ERBIL, Kurdistan Region - Officials of the Islamic Union of Kurdistan (Yakgirtu) distanced themselves from the Muslim Brotherhood organization, soon after it was listed as a terrorist organization by the Egyptian government last week.

“We do not have any links with the Muslim Brotherhood,” Muhammad Rauf, head of the leadership council of the Islamic Union, told Rudaw. “We do not have any organizational links with them. We are a Kurdish party.”

Following the ouster last summer of president Mohammed Morsi by the Egyptian military, his Muslim Brotherhood organization has also been banned and many of its members subsequently jailed.  On December 26, the Egyptian government listed the Muslim Brotherhood as a terrorist organization.

As he rejected claims that his party was linked to the Muslim Brotherhood, Rauf condemned Egypt’s act of branding it as a terrorist organization.

“If the Muslim Brotherhood is a terrorist organization then it means there are no moderate Muslims in the world,” said Rauf, referring to the “moderate politics” of his group.

The Kurdistan Islamic union, founded in 1994, is locally seen as a branch of -- or a party with close links to -- the Egyptian Muslim Brotherhood.

Other members of the Islamic union have previously stated that they are inspired by some of the ideas of the Muslim Brotherhood.

Hiwa Mirza Sabir, a senior official of the group, had previously told Rudaw that the Islamic Union “is an extension of the school of the Muslim Brotherhood,” and that “the Muslim Brotherhood is the mother of most of the ideas on which the Islamic Union builds itself.”

With pressure mounting on the Muslim Brotherhood in Egypt -- and perhaps other countries in the region -- it is understandable that the Islamic Union of Kurdistan wants to distance itself from the banned group. 

In an article published in Rudaw’s Kurdish newspaper two years ago, Sabir said: “The Islamic Union’s Muslim Brotherhood identity isn't a secret.
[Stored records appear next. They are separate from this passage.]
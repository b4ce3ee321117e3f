/** Makes functions.json, what the host knows of our functions, and checks what the metadata tool lets pass. */
import { readFileSync, writeFileSync, mkdtempSync, rmSync } from "node:fs";
import { tmpdir } from "node:os";
import { join } from "node:path";
import { generateCustomFunctionsMetadata } from "custom-functions-metadata";
import { FAMILIES, readFunctionDocs } from "./functionDocs";

interface MetadataFunction {
  id: string;
  name: string;
  description: string;
  helpUrl?: string;
  parameters: { name: string; description: string; type: string; dimensionality?: string; optional?: boolean }[];
  result: object;
}

export interface Metadata {
  allowErrorForDataTypeAny: boolean;
  functions: MetadataFunction[];
}

/** The metadata of every function, its help pointing into the reference page at `url`. */
export async function functionsMetadata(url: string): Promise<Metadata> {
  const folder = join(import.meta.dirname, "../functions");
  const text = Object.keys(FAMILIES)
    .map((family) => readFileSync(join(folder, `${family}.ts`), "utf8").replace(/^import .*?;$/gms, ""))
    .join("\n");
  const scratch = mkdtempSync(join(tmpdir(), "plinth-"));
  try {
    const file = join(scratch, "functions.ts");
    writeFileSync(file, text);
    const { metadataJson, errors } = await generateCustomFunctionsMetadata(file, false);
    if (errors.length > 0) throw new Error(`metadata: ${errors.join("; ")}`);
    const { functions } = JSON.parse(metadataJson) as Metadata;
    for (const each of functions) each.helpUrl = `${url}/reference.html#${each.id}`;
    check(functions);
    return { allowErrorForDataTypeAny: true, functions };
  } finally {
    rmSync(scratch, { recursive: true });
  }
}

function check(functions: MetadataFunction[]): void {
  const docs = readFunctionDocs();
  const problems: string[] = [];
  const ids = functions.map(({ id }) => id);
  if (ids.join() !== docs.map(({ id }) => id).join()) problems.push("the tool and we see different functions");
  if (new Set(ids).size < ids.length) problems.push("an id stands twice");
  for (const { id, name, description, parameters } of functions) {
    if (id !== name) problems.push(`${id}: id and name differ`);
    if (!/^[A-Z][A-Z0-9.]{2,63}$/.test(id)) problems.push(`${id}: an id has 3 to 64 letters, digits or dots`);
    if (/^[A-Z]{1,3}\d+$|^R\d*C\d*$/.test(id)) problems.push(`${id}: reads like a cell address`);
    if (description.length > 128) problems.push(`${id}: description over 128 characters`);
    if (description === "") problems.push(`${id}: no description`);
    for (const parameter of parameters) {
      const { length } = parameter.description;
      if (length === 0 || length > 512)
        problems.push(`${id}: description of ${parameter.name} has ${length} characters`);
    }
  }
  if (problems.length > 0) throw new Error(problems.join("\n"));
}
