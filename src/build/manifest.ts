/** The address that manifest/manifest.xml is written for; a build for another host replaces it. */
export const WRITTEN_FOR = "https://localhost:3000";

/**
 * The manifest for the host at `url`.
 * @throws Error when the address is not https, which Excel demands
 */
export function manifestFor(url: string, manifest: string): string {
  if (!URL.canParse(url))
    throw new Error(`ADDIN_URL must be an address such as https://example.org/plinth, got ${url}`);
  const { protocol, origin } = new URL(url);
  if (protocol !== "https:") throw new Error(`ADDIN_URL must be https, got ${url}`);
  return manifest
    .replaceAll(`<AppDomain>${WRITTEN_FOR}</AppDomain>`, `<AppDomain>${origin}</AppDomain>`)
    .replaceAll(`${WRITTEN_FOR}/`, `${url}/`);
}
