import { finite, NumericError } from "../core/errors";
import { STANDARD_GRAVITY } from "../core/mount";
import { type Argument, word } from "./cell";

/** What one unit of each quantity is in SI units, as numerator over denominator (1/1000 is not a double, 1000 is). */
export interface UnitSystem {
  displacement: Scale;
  velocity: Scale;
  acceleration: Scale;
  mass: Scale;
  force: Scale;
  stiffness: Scale;
  damping: Scale;
  inertia: Scale;
}

type Scale = readonly [numerator: number, denominator: number];

const POUND = 0.45359237; // kg, exact by definition; the inch is 25.4 mm
const POUND_FORCE = 4.4482216152605; // N = POUND * STANDARD_GRAVITY, every digit
const POUND_FORCE_10000 = 44482.216152605; // the product of doubles would be rounded once more
const SI: Scale = [1, 1];
const INCH: Scale = [254, 10000];

const SYSTEMS = {
  si: {
    displacement: SI,
    velocity: SI,
    acceleration: SI,
    mass: SI,
    force: SI,
    stiffness: SI,
    damping: SI,
    inertia: SI,
  },
  mm: {
    displacement: [1, 1000],
    velocity: [1, 1000],
    acceleration: [STANDARD_GRAVITY, 1],
    mass: SI,
    force: SI,
    stiffness: [1000, 1],
    damping: [1000, 1],
    inertia: [1, 1e6],
  },
  inch: {
    displacement: INCH,
    velocity: INCH,
    acceleration: [STANDARD_GRAVITY, 1],
    mass: [POUND, 1],
    force: [POUND_FORCE, 1],
    stiffness: [POUND_FORCE_10000, 254],
    damping: [POUND_FORCE_10000, 254],
    inertia: [POUND * 254 * 254, 1e8],
  },
} as const satisfies Record<string, UnitSystem>;

/** The unit system that an argument names: si when left out. */
export function unitSystem(argument: Argument): UnitSystem {
  return SYSTEMS[word("units", argument, ["si", "mm", "inch"], "si")];
}

const SMALLEST_NORMAL = 2 ** -1022; // below it doubles lose digits

/** A value of the sheet in SI units. Throws where the SI value would lose digits, or is too large for a double. */
export function toSI(value: number, [numerator, denominator]: Scale): number {
  if (numerator === denominator) return value;
  const si = denominator === 1 ? value * numerator : (value * numerator) / denominator;
  if (Math.abs(si) < SMALLEST_NORMAL && value !== 0) throw unscalable(value, "small");
  if (Math.abs(si) === Infinity && Number.isFinite(value)) throw unscalable(value, "large");
  return si;
}

/** An SI value in the units of the sheet. Throws where the SI value has lost digits, or the result is too large. */
export function fromSI(value: number, [numerator, denominator]: Scale): number {
  if (numerator === denominator) return value;
  if (Math.abs(value) < SMALLEST_NORMAL && value !== 0) throw unscalable(value, "small");
  return finite("the result", denominator === 1 ? value / numerator : (value * denominator) / numerator);
}

function unscalable(value: number, size: "small" | "large"): NumericError {
  return new NumericError("overflow", `${value} is too ${size} to convert between unit systems`);
}
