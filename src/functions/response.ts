import type { Response } from "../core/randomResponse";
import { type Argument, word } from "./cell";
import { fromSI, toSI, type UnitSystem } from "./unitSystems";

/** What is asked of the mounted item: its acceleration when left out. */
export function responseOf(argument: Argument): Response {
  return word("response", argument, ["acceleration", "deflection"], "acceleration");
}

/**
 * A response computed from accelerations in the sheet's own unit: an acceleration already is in it; a deflection, so far
 * acceleration times s^2, goes to the sheet's unit of length.
 */
export function responseInSheet(value: number, response: Response, system: UnitSystem): number {
  if (response === "acceleration") return value;
  return fromSI(toSI(value, system.acceleration), system.displacement);
}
Apart from geographical differences, there are no other differences between the Islamic Union and the Muslim Brotherhood.”

In the September elections, the Islamic Union won eight seats in the Kurdish parliament and its leaders are engaged in negotiations to join the next cabinet of the Kurdistan Regional Government (KRG).

Hassan Yasin, an Erbil-based expert on Islamic organizations, believes that the Union and the Muslim Brotherhood are linked. “The Muslim Brotherhood usually works inside the country (Egypt), while it maintains contact with its international branches,” he explained.

However, said Yasin, it is unlikely that Egypt’s decision would affect the Kurdish Islamic Union.

“They are part of the political process in Kurdistan, and they haven’t carried out any extremist activity that would accuse them of terrorism,” he said.

At a meeting in 1995, Islamic Union founder Salahdin Bahaddin told party members: “The Muslim Brotherhood is the best school in which one can be educated. We our proud to be graduates of the Muslim Brotherhood school.”

In its 20-year-history the Kurdish group has often pointed out its peaceful approach and distanced itself from the Islamic league (Komal) and the Islamic Movement (IMK), two parties that at one point were strongly armed and actively pursued jihad.